# Binding Angles and Foot Size Correlation...???



## Faded_Butters (Jan 22, 2017)

Been thinking a lot about binding angles and foot sizes lately. 

I used to think...Binding angles are 'purely' subjective and is a matter of preference based on rider ability, rider physical stats and rider's terrain/riding style preference. 

But after reading some forums and browsing videos and images...now I am thinking...

1. Binding angles are a 'direct correlation' to how big/small your feet are.

Meaning...the bigger your feet are, the more aggressive/larger your angles should be...vice versa...the smaller your feet are, the smaller/less aggressive your angles should be...Right...?

Because...From my own experiences playing around with binding angles in a Duck Stance...I have found that...

Larger angles for my 7.0-7.5 feet (+/- 15)...Do not feel comfortable at all and actually hinder my progression. 

Whereas smaller angles of (+/- 12) (+/- 9)...are a lot more comfortable on my ankles, knees and thighs/waist.

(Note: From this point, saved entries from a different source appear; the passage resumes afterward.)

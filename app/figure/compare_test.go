package figure

import (
	"broadline/app/core"
	"bytes"
	"context"
	"image/png"
	"os"
	"path/filepath"
	"strings"
	"testing"

	"gonum.org/v1/plot/vg"
)

// noSr is the demo composition with its strontium moved to xenon (which
// has no demo lines): a wrong candidate.
const noSr = "Ca=0.002,Y=0.002,Zr=0.008,Ce=4e-5,Nd=7e-5,Sm=2.5e-5,Eu=1.5e-5,Se=0.25,Br=0.04,Kr=0.25,Rb=0.05,Mo=0.05,Ru=0.06,Pd=0.05,Te=0.13,Xe=0.10785"

// TestCompareAndExport draws the comparison of the recorded model and a
// wrong one and exports it as PNG, SVG and PDF:
// each file is what its extension says, the SVG names both candidates and
// carries the cautions, and an unknown extension or an unwritable place is
// refused without leaving a file.
func TestCompareAndExport(t *testing.T) {
	b := demoBench(t)
	wrong, err := core.ParseComposition(noSr)
	if err != nil {
		t.Fatal(err)
	}
	// Uniform ejecta (the first epoch's photosphere lies above the demo's
	// inner zone anyway), so that B's caption has no Sr at all.
	start := b.Data.StartModel(0).WithoutZone()
	cands := []core.Candidate{{Label: "A", Model: start}, {Label: "B", Model: start}}
	cands[1].MassFractions = wrong
	cmp, err := b.Compare(context.Background(), cands, 0, nil)
	if err != nil {
		t.Fatal(err)
	}
	fig, err := Comparison(b, cmp, core.UnitOf(""))
	if err != nil {
		t.Fatal(err)
	}
	caption := fig.Caption
	if len(caption) != 4 || !strings.Contains(caption[0], "Sr 0.03") || strings.Contains(caption[1], "Sr ") ||
		!strings.Contains(caption[2], "INVENTED") || !strings.Contains(caption[3], "hypothesis") {
		t.Errorf("caption %q", caption)
	}
	dir := t.TempDir()
	w, h := 8*vg.Inch, 5*vg.Inch
	for _, name := range []string{"cmp.png", "cmp.svg", "cmp.pdf"} {
		path := filepath.Join(dir, name)
		if err := fig.Export(path, w, h); err != nil {
			t.Fatal(err)
		}
		data, err := os.ReadFile(path)
		if err != nil {
			t.Fatal(err)
		}
		switch filepath.Ext(name) {
		case ".png":
			img, err := png.Decode(bytes.NewReader(data))
			if err != nil {
				t.Fatalf("PNG: %v", err)
			}
			if sz := img.Bounds().Size(); sz.X < 700 || sz.Y < 400 {
				t.Errorf("PNG %v pixels", sz)
			}
		case ".svg":
			svg := string(data)
			for _, want := range []string{"<svg", "A  (χ²/N", "B  (χ²/N", "hypothesis", "INVENTED"} {
				if !strings.Contains(svg, want) {
					t.Errorf("SVG lacks %q", want)
				}
			}
		case ".pdf":
			if !bytes.HasPrefix(data, []byte("%PDF-")) {
				t.Errorf("PDF starts %q", data[:min(8, len(data))])
			}
		}
	}
	if err := fig.Export(filepath.Join(dir, "cmp.bmp"), w, h); err == nil {
		t.Error("a .bmp export was not refused")
	}
	if err := fig.Export(filepath.Join(dir, "no", "such", "dir.png"), w, h); err == nil {
		t.Error("an export into a missing directory did not fail")
	}
	if ents, _ := os.ReadDir(dir); len(ents) != 3 {
		t.Errorf("files left in the export directory: %v", ents)
	}
}

// TestWrapText: with each character one unit wide, lines break at spaces
// before the width is passed, and nothing is lost or reordered.
func TestWrapText(t *testing.T) {
	width := func(s string) vg.Length { return vg.Length(len(s)) }
	got := WrapText("Sr 0.03, Y 0.002, Zr 0.008, averyveryverylongword x", 12, width)
	want := []string{"Sr 0.03, Y", "0.002, Zr", "0.008,", "averyveryverylongword", "x"}
	if strings.Join(got, "|") != strings.Join(want, "|") {
		t.Errorf("got %q, want %q", got, want)
	}
}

Therefore making riding a lot more enjoyable and progression a lot faster and better. 

Can anyone concur...? 

Or am I wrong and binding angles are purely preference and you need to find what angles work for you, depending on your ability, gear, physical stats and riding style/terrain preference...?


----------



## Faded_Butters (Jan 22, 2017)

Reason I ask is...

I have been riding +15 front, -15 back duck stance for the longest...And I am just now starting to realize that I have been riding my angles too large/aggressively...for far too long.

Therefore...is the reason why I haven't been progressing as fast as I would have liked and also why I am not finding it comfortable being on my board no matter what I do...be it different board styles, sizes and brands.

I am afraid that if I am correct about how my my angles should of been smaller all along...Well than...I would have not spent so much money in the past (3-4 seasons) on different board styles, brands and sizes....

When its obviously apparent...I should of just changed my angles to make them smaller. Than I would have solved a lot of comfort, gear and ability issues a lot more efficiently and effectively.

Therefore...I could have saved a TON more money in the long run...!!!!!!!!!!!!


----------



## Faded_Butters (Jan 22, 2017)

Here are my stats...

Male _ 5'5-5'6 _ 165-170lbs
7.0-7.5 Boot Size
Somewhat stocky and thick body build. (Big Bone)
50% Groomers (Morning)
50% Park (Afternoon) 
Riding Ability: Just transitioning into intermediate
Riding Style: "mildly" aggressive sometimes...but mostly mellow / laidback. 

Based on this alone...What should be the 'optimum' binding angle(s) I should use...for what I ride and how I like to ride...?


----------



## Phedder (Sep 13, 2014)

I'd argue stance angles has much more to do with hip anatomy and height than boot size. Personally I like to keep 30 degrees of total turn out with my hips, park I ride 15,-15, all mountain 18,-12, powder or charging 21,-9. Some people will use angles to help make up for their boot size, i.e low angles for small boots on a wide board, or high angles for a big boot on a small board. I used to work with a guy who rode 30,-30 looked fucking ridiculous but he said it was comfortable for him and he had old bulky boots on a fairly narrow board. I'd also bet someone who's slightly pigeon toed would hate riding with say a 15,-15 stance, it would feel completely unnatural to them. 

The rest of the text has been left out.